There are 48 questions (in two parts) about your patient's health and daily activities. Ask your patient to answer every question by circling the appropriate number (1, 2, 3...). The first part asks about your patient's general health. The second part asks about the effects of your patient's epilepsy and antiepileptic medications. Please have them answer every question by circling the appropriate number (1, 2, 3, 4, 5). Even if some questions look similar, have your patient answer every question. If they are not sure about how to answer a question, please have them give the best answer they can. They may write notes in the margin to explain their feelings. These notes may be useful if you discuss the QOLIE-AD-48 with your patient. Completing the QOLIE-AD-48 before and after treatment changes may help you and your patient understand how the changes have affected your patient's life.

 

Seizure Severity Questionnaire

The Seizure Severity Questionnaire (SSQ) is a review of various aspects of seizures. The person who has seizures may ask people who have observed the seizures (family, friends) to help answer some of the questions asking about events, but not about feelings. Only the person who has seizures knows how it feels to have them. There are 11 questions in three sections asking about events before, during, and after typical seizures.

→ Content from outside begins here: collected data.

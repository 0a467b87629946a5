/** Reads of the noise profiles of an organisation (every function takes the org id). */
import "server-only";
import { asc, eq } from "drizzle-orm";
import { db } from "@/db";
import { noiseProfiles } from "@/db/schema";
import type { NoiseProfileView } from "./schemas";

export async function listNoiseProfiles(orgId: string): Promise<NoiseProfileView[]> {
  const rows = await db
    .select()
    .from(noiseProfiles)
    .where(eq(noiseProfiles.orgId, orgId))
    .orderBy(asc(noiseProfiles.name));
  return rows.map((r) => ({
    id: r.id,
    name: r.name,
    noise: r.noise,
    updatedAt: r.updatedAt.toISOString(),
  }));
}
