import {
  formatFixed,
  formatPlusMinus,
  formatUncertainty,
  type UncertaintyDigits,
} from "@/lib/format";
import { cn } from "./cn";

export type ValueTone = "default" | "exact" | "sampled" | "noisy" | "mitigated" | "muted";

const toneClass: Record<ValueTone, string> = {
  default: "text-ink",
  exact: "text-exact",
  sampled: "text-sampled",
  noisy: "text-noisy",
  mitigated: "text-mitigated",
  muted: "text-ink-2",
};

/**
 * A figure in mono tabular numerals. With `uncertainty` it prints concise notation
 * (−1.1372(8), see lib/format/uncertainty.ts); without, `decimals` fixed places.
 * The title tooltip and the screen-reader text spell it out as "v ± u".
 * Non-finite values print "—" with the reason in the title.
 */
export function Value({
  value,
  uncertainty,
  decimals = 6,
  digits = "pdg",
  unit,
  tone = "default",
  size = "md",
  className,
}: {
  value: number | null | undefined;
  uncertainty?: number | null;
  decimals?: number;
  digits?: UncertaintyDigits;
  unit?: string;
  tone?: ValueTone;
  size?: "sm" | "md" | "lg" | "xl";
  className?: string;
}) {
  const sizeClass = {
    sm: "text-[12.5px]",
    md: "text-sm",
    lg: "text-lg",
    xl: "text-[28px] leading-9 tracking-[-0.02em]",
  }[size];
  if (value === null || value === undefined || !Number.isFinite(value)) {
    return (
      <span
        className={cn("figures text-ink-3", sizeClass, className)}
        title={
          value === undefined || value === null ? "No value" : `Not a finite number (${value})`
        }
      >
        —
      </span>
    );
  }
  const hasU = typeof uncertainty === "number" && Number.isFinite(uncertainty) && uncertainty > 0;
  const text = hasU
    ? formatUncertainty(value, uncertainty, { digits })
    : formatFixed(value, decimals);
  const spoken = hasU ? formatPlusMinus(value, uncertainty, { digits }) : text;
  const full = hasU ? `${value} ± ${uncertainty}` : String(value);
  return (
    <span
      className={cn("figures whitespace-nowrap", toneClass[tone], sizeClass, className)}
      title={unit ? `${full} ${unit}` : full}
    >
      <span aria-hidden>{text}</span>
      <span className="sr-only">{spoken}</span>
      {unit ? <span className="ml-1 font-sans text-[0.8em] text-ink-3">{unit}</span> : null}
    </span>
  );
}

Please have your patient describe their MOST COMMON TYPE OF SEIZURE when answering the questions. If they are unsure about how to answer a question, please have them give the best answer they can and write a comment or explanation on the side of the page. These notes may be useful if you discuss the SSQ with your patient. Completing the SSQ before and after treatment changes may help you and your patient understand how the changes have affected their life.